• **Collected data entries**
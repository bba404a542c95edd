import { z } from "zod";
import type { Expr, Statement } from "../expr/types";
import { isBuiltinFunction } from "../expr/types";
import { add, neg, sym } from "../expr/build";
import { freeVariables } from "../expr/traverse";
import { ReadError } from "../parse/errors";
import { normaliseName } from "../parse/options";
import { decimalContext, evaluateDecimal } from "../numeric/evaluate";
import { hashText, randomStream } from "../numeric/random";
import { toLatex } from "../print/latex";
import { readContext, type ReadContext } from "../check/read";
import { prepareProblem } from "../check/prepare";
import { variableOf } from "../check/variables";
import { CasRequestError, Undecidable } from "../check/errors";
import type { CheckContext } from "../check/protocol";
import type { LimitTarget } from "../limit/probe";
import type { LimitProbeAnswer } from "../limit/protocol";
import { additiveTerms, runLimitProbe, type ProbeSide } from "../limit/report";
import { checkContextSchema } from "./check";

const latex = z.string().max(20_000);

/** The `limit` request: a step's context, the expression or equation, the parameter and where it goes. */
export const limitRequestSchema = z.object({
  context: checkContextSchema,
  expression: latex.min(1),
  parameter: z.string().min(1).max(200),
  target: z.string().min(1).max(200),
  expected: latex.min(1).optional(),
  syntax: z.enum(["latex", "plain"]).optional(),
}).strict();

const INFINITY = new Set(["infinity", "\\infty", "+\\infty", "∞", "+∞", "inf"]);

function readParameter(text: string): string {
  try {
    return normaliseName(text.trim());
  } catch (err) {
    if (err instanceof ReadError) throw new CasRequestError("unreadable", `parameter: ${err.message}`, err.position, "parameter");
    throw err;
  }
}

function readTarget(text: string, rc: ReadContext): LimitTarget {
  const t = text.trim();
  if (INFINITY.has(t)) return { kind: "infinity" };
  if (/^-\s*(\\infty|∞|infinity|inf)$/.test(t)) {
    throw new CasRequestError("malformed", "target: the probe goes to +∞ or to a finite value from above; for −∞, probe the expression with the parameter's sign changed", 0, "target");
  }
  const e = rc.read(t, "target");
  const notNumber = () => new CasRequestError("malformed", "target must be infinity (\\infty) or a number such as 0", 0, "target");
  if (e.kind === "relation" || freeVariables(e).size > 0) throw notNumber();
  try {
    const value = evaluateDecimal(decimalContext(40), e, { values: {} });
    if (!value.isFinite()) throw notNumber();
    return { kind: "value", value: value.toString() };
  } catch {
    throw notNumber();
  }
}

/** The name a relation `X = …` or `F(x) = …` defines, or null. */
function definedName(s: Statement | null): string | null {
  if (!s || s.kind !== "relation" || s.op !== "=") return null;
  const v = variableOf(s.lhs);
  if (v !== null) return v;
  if (s.lhs.kind === "call" && !isBuiltinFunction(s.lhs.fn) && s.lhs.args.every((a) => a.kind === "sym")) return s.lhs.fn;
  return null;
}

/** The side of `V = …` that is a bare name occurring nowhere else (nor defined), or null: comparing it with the other side says nothing. */
function nameSide(sides: readonly ProbeSide[], parameter: string): ProbeSide | null {
  for (const [side, other] of [[sides[0], sides[1]], [sides[1], sides[0]]]) {
    const { written, prepared } = side.whole;
    if (written.kind !== "sym" || written.name === parameter || prepared.kind !== "sym" || prepared.name !== written.name) continue;
    if (!freeVariables(other.whole.prepared).has(written.name)) return side;
  }
  return null;
}

function readStatement(text: string, field: string, rc: ReadContext): Statement {
  const s = rc.read(text, field);
  if (s.kind === "relation" && s.op !== "=") throw new CasRequestError("malformed", `${field} must be an expression or an equation (=), not an inequality`, 0, field);
  return s;
}

/**
 * The `limit` verb (limit probe): how an expression or both sides of an
 * equation, and each additive term, behave as the parameter tends to its
 * target, at random points of the other symbols. A formal numeric estimate
 * along a finite sequence, never a proof; the answer's `note` says so.
 *
 * @example
 * runLimit({ context: {}, expression: "-\\frac{GM}{r} + \\frac{L^2}{2r^2} - \\frac{GML^2}{c^2 r^3}", parameter: "c", target: "infinity" })
 * // { sides: [{ terms: [{ fate: "remains" }, { fate: "remains" }, { fate: "vanishes", estimate: { kind: "vanishes", power: -2, like: "c^{-2}" } }], limit: "-\\frac{G M}{r} + \\frac{L^{2}}{2 r^{2}}" }], … }
 */
export function runLimit(input: z.infer<typeof limitRequestSchema>): LimitProbeAnswer {
  const rc = readContext(input.context as CheckContext, input.syntax);
  const parameter = readParameter(input.parameter);
  const target = readTarget(input.target, rc);
  const statement = readStatement(input.expression, "expression", rc);
  const expected = input.expected ? readStatement(input.expected, "expected", rc) : null;
  if (expected && (expected.kind === "relation") !== (statement.kind === "relation")) {
    throw new CasRequestError("malformed", statement.kind === "relation"
      ? "expected must be an equation when the expression is one (or leave it out to compare the two sides)"
      : "expected must be an expression when the probed expression is not an equation", 0, "expected");
  }

  const wholes: [ProbeSide["side"], Expr][] = statement.kind === "relation" ? [["left", statement.lhs], ["right", statement.rhs]] : [["expression", statement]];
  const terms = wholes.map(([, e]) => additiveTerms(e));
  const given: Statement[] = [...wholes.map(([, e]) => e), ...terms.flat(), ...(expected ? [expected] : [])];
  // As in the check's limit step: the parameter is varied on its own (not replaced by a
  // definition of it), and a relation is not rewritten by its own definition (V = … into V = V).
  const kept = new Set([parameter, definedName(statement), definedName(expected)].filter((n): n is string => n !== null));
  const context = { ...rc.parsed, definitions: rc.parsed.definitions.filter((d) => !kept.has(definedName(d) ?? "")) };
  const rng = randomStream(hashText(JSON.stringify(input)));
  let problem;
  try {
    problem = prepareProblem(given, context, rng);
  } catch (err) {
    if (err instanceof Undecidable) throw new CasRequestError("malformed", `cannot probe this request: ${err.message}`);
    throw err;
  }

  const prepared = problem.statements as Expr[];
  let at = wholes.length;
  const sides: ProbeSide[] = wholes.map(([side, written], i) => ({
    side,
    whole: { written, prepared: prepared[i] },
    terms: terms[i].map((t) => ({ written: t, prepared: prepared[at++] })),
  }));
  const preparedExpected = expected ? problem.statements[at] : null;
  const expectedExpr = preparedExpected === null ? null
    : preparedExpected.kind === "relation" ? add(preparedExpected.lhs, neg(preparedExpected.rhs)) : preparedExpected;

  const mentions = (e: Statement | Expr) => freeVariables(e).has(parameter);
  const notes: string[] = [];
  if (problem.constraints.length) notes.push(`Definitions not of the form symbol = … were not used: ${problem.constraints.map((c) => toLatex(c)).join("; ")}.`);
  const named = sides.length === 2 ? nameSide(sides, parameter) : null;
  if (named) notes.push(`The ${named.side} side, ${toLatex(named.whole.written)}, only names the other side (it occurs nowhere else), so the two sides are not compared: the name tends to whatever the other side tends to.`);
  return runLimitProbe({
    parameter,
    parameterLatex: toLatex(sym(parameter)),
    target,
    sides,
    compareSides: named === null,
    expected: expected && expectedExpr ? { latex: toLatex(expected), prepared: expectedExpr } : null,
    domain: {
      fixed: problem.fixed.filter((f) => f.variable !== parameter && !mentions(f.value)),
      conditions: problem.conditions.filter((c) => !mentions(c)),
      signed: problem.signed,
    },
    notes,
  }, rng, (e) => toLatex(e));
}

• **WHAT YOU NEED TO DO**
Starting with the first line of the records above, give back each line exactly until the line with "add, neg, sym" has been given as well.

• **OUTPUT BELOW**
repository bba404a542c95edd
import { z } from "zod";
import type { Expr, Statement } from "../expr/types";
import { isBuiltinFunction } from "../expr/types";
import { add, neg, sym } from "../expr/build";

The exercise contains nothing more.